<<<<
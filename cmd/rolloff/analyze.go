package main

import (
	"context"
	"encoding/json"
	"flag"
	"fmt"
	"io"
	"math"
	"strconv"
	"strings"

	"rolloff/sweep/analysis"
	"rolloff/sweep/export"
)

func init() {
	register(&command{
		name:    "analyze",
		summary: "figures of measured responses: corners, bandwidth, roll-off, limit mask",
		run:     runAnalyze,
	})
}

// exitMaskFailed is the exit status of analyze when a response fails its
// mask (1 is any other error, 2 a usage error).
const exitMaskFailed = 3

// analysisFlags are the options analyze and plot share.
type analysisFlags struct {
	level   float64
	refHz   float64
	ref     string
	band    string
	vin     float64
	mask    string
	through string
}

func (af *analysisFlags) register(fs *flag.FlagSet, withMask bool) {
	fs.Float64Var(&af.level, "level", analysis.HalfPowerDB, "corner level relative to the reference, dB (negative)")
	fs.Float64Var(&af.refHz, "ref-hz", 0, "reference frequency, Hz (default 1000)")
	fs.StringVar(&af.ref, "ref", "", `reference mode: "max" for the passband maximum (or "frequency", "band")`)
	fs.StringVar(&af.band, "band", "", "reference = mean gain over the band LO:HI, Hz")
	fs.Float64Var(&af.vin, "vin", 0, "input level for CSV files with vout_vrms but no vin_vrms, Vrms")
	fs.StringVar(&af.through, "through", "", "through run (DUT bypassed) to normalise by: CSV file or run directory")
	if withMask {
		fs.StringVar(&af.mask, "mask", "", "limit mask file (TOML or .json)")
	}
}

// options turns the flags into analysis options.
func (af *analysisFlags) options() (analysis.Options, error) {
	o := analysis.Options{LevelDB: af.level}
	if !(af.level < 0) || math.IsInf(af.level, 0) {
		return o, fmt.Errorf("--level %v: want a negative number of dB", af.level)
	}
	set := 0
	if af.refHz != 0 {
		set++
		o.RefMode, o.RefHz = analysis.RefFrequency, af.refHz
	}
	if af.band != "" {
		set++
		lo, hi, ok := strings.Cut(af.band, ":")
		l, err1 := strconv.ParseFloat(strings.TrimSpace(lo), 64)
		h, err2 := strconv.ParseFloat(strings.TrimSpace(hi), 64)
		if !ok || err1 != nil || err2 != nil || !(l > 0) || !(h > l) || math.IsInf(h, 0) {
			return o, fmt.Errorf("--band %q: want LO:HI in Hz with 0 < LO < HI, e.g. 100:10000", af.band)
		}
		o.RefMode, o.BandLoHz, o.BandHiHz = analysis.RefBand, l, h
	}
	switch af.ref {
	case "":
	case "max":
		set++
		o.RefMode = analysis.RefMax
	case "frequency", "band":
		if (af.ref == "frequency") != (af.refHz != 0 || af.band == "") || (af.ref == "band" && af.band == "") {
			return o, fmt.Errorf("--ref %s: give --ref-hz HZ for frequency or --band LO:HI for band", af.ref)
		}
	default:
		return o, fmt.Errorf("--ref %q: want max (or use --ref-hz HZ / --band LO:HI)", af.ref)
	}
	if set > 1 {
		return o, fmt.Errorf("--ref-hz, --ref max and --band exclude each other: give one")
	}
	if af.vin != 0 && !(af.vin > 0 && !math.IsInf(af.vin, 0)) {
		return o, fmt.Errorf("--vin %v: want a positive input level in Vrms", af.vin)
	}
	if af.mask != "" {
		m, err := analysis.LoadMask(af.mask)
		if err != nil {
			return o, err
		}
		o.Mask = m
	}
	if af.through != "" {
		pts, err := export.LoadRun(af.through, export.ReadOptions{VinVrms: af.vin})
		if err != nil {
			return o, fmt.Errorf("--through: %w", err)
		}
		o.Through = pts
	}
	return o, nil
}

// parseInterleaved parses flags that may come before, between or after the
// positional arguments, and returns the positional ones.
func parseInterleaved(fs *flag.FlagSet, args []string) ([]string, error) {
	var pos []string
	for {
		if err := fs.Parse(args); err != nil {
			return nil, err
		}
		args = fs.Args()
		if len(args) == 0 {
			return pos, nil
		}
		if args[0] == "--" {
			return append(pos, args[1:]...), nil
		}
		pos = append(pos, args[0])
		args = args[1:]
	}
}

func runAnalyze(ctx context.Context, env *cmdEnv, args []string) error {
	return analyzeMain(env.stdout, env.stderr, args)
}

// analyzeMain is the analyze command on explicit writers.
func analyzeMain(stdout, stderr io.Writer, args []string) error {
	fs := flag.NewFlagSet("analyze", flag.ContinueOnError)
	fs.SetOutput(stderr)
	var af analysisFlags
	af.register(fs, true)
	jsonOut := fs.Bool("json", false, "print result.json instead of the text report (an array for several inputs)")
	mcTrials := fs.Int("monte-carlo", 0, "validate each corner's interval with N Monte Carlo trials of its budget inputs (JCGM 101:2008 §8; 0: the finished run's default, 20000)")
	fs.Usage = func() {
		fmt.Fprintf(stderr, "usage: rolloff analyze FILE.csv|RUNDIR... [--json] [--level DB] [--ref-hz HZ | --ref max | --band LO:HI] [--vin VRMS] [--mask FILE] [--through RUN] [--monte-carlo N]\n\n"+
			"Prints the figures of each response. Exit status %d when a response fails the mask.\n\n", exitMaskFailed)
		fs.PrintDefaults()
	}
	inputs, err := parseInterleaved(fs, args)
	if err != nil {
		return err
	}
	if len(inputs) == 0 {
		fs.Usage()
		return &exitError{code: 2, err: fmt.Errorf("no input: give CSV files or run directories")}
	}
	opts, err := af.options()
	if err != nil {
		return &exitError{code: 2, err: err}
	}
	if *mcTrials < 0 || *mcTrials > analysis.MaxMonteCarloTrials {
		return &exitError{code: 2, err: fmt.Errorf("--monte-carlo %d: want 1 to %d trials", *mcTrials, analysis.MaxMonteCarloTrials)}
	}
	if len(inputs) == 1 {
		opts.Spec = export.RecordedSpec(inputs[0])
	}
	opts.MonteCarloCheck = analysis.DefaultMonteCarloCheck
	if *mcTrials > 0 {
		opts.MonteCarloCheck = *mcTrials
	}
	runs := make([]analysis.Run, 0, len(inputs))
	for _, in := range inputs {
		pts, err := export.LoadRun(in, export.ReadOptions{VinVrms: af.vin})
		if err != nil {
			return err
		}
		runs = append(runs, analysis.Run{Name: in, Points: pts})
	}
	batch := analysis.AnalyzeBatch(runs, opts)
	if len(runs) == 1 && batch.Entries[0].Result == nil {
		return fmt.Errorf("%s: %s", inputs[0], batch.Entries[0].Err)
	}
	if *jsonOut {
		var v any = batch.Entries[0].Result
		if len(runs) > 1 {
			v = batch
		}
		b, err := json.MarshalIndent(v, "", "  ")
		if err != nil {
			return err
		}
		fmt.Fprintf(stdout, "%s\n", b)
	} else {
		for i, e := range batch.Entries {
			if len(runs) > 1 {
				if i > 0 {
					fmt.Fprintln(stdout)
				}
				fmt.Fprintf(stdout, "== %s\n", e.Name)
			}
			if e.Result == nil {
				fmt.Fprintf(stdout, "error: %s\n", e.Err)
				continue
			}
			if err := e.Result.Report(stdout); err != nil {
				return err
			}
		}
		if len(runs) > 1 {
			fmt.Fprintf(stdout, "\n%d runs, %d failed\n", len(runs), batch.Failed)
		}
	}
	if !batch.Pass {
		if opts.Mask != nil {
			return &exitError{code: exitMaskFailed, err: fmt.Errorf("%d of %d responses failed (mask %s)", batch.Failed, len(runs), af.mask)}
		}
		return fmt.Errorf("%d of %d responses could not be analysed", batch.Failed, len(runs))
	}
	return nil
}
>>>>
§ **Work to complete**:
Print only these lines, please. They run from the start of the entries above to the line containing "const exitMaskFailed = 3", both ends included, and must match exactly.

§ **Exercise response**:
filename cmd/rolloff/analyze.go
package main

import (
	"context"
	"encoding/json"
	"flag"
	"fmt"
	"io"
	"math"
	"strconv"
	"strings"

	"rolloff/sweep/analysis"
	"rolloff/sweep/export"
)

func init() {
	register(&command{
		name:    "analyze",
		summary: "figures of measured responses: corners, bandwidth, roll-off, limit mask",
		run:     runAnalyze,
	})
}

// exitMaskFailed is the exit status of analyze when a response fails its
// mask (1 is any other error, 2 a usage error).
const exitMaskFailed = 3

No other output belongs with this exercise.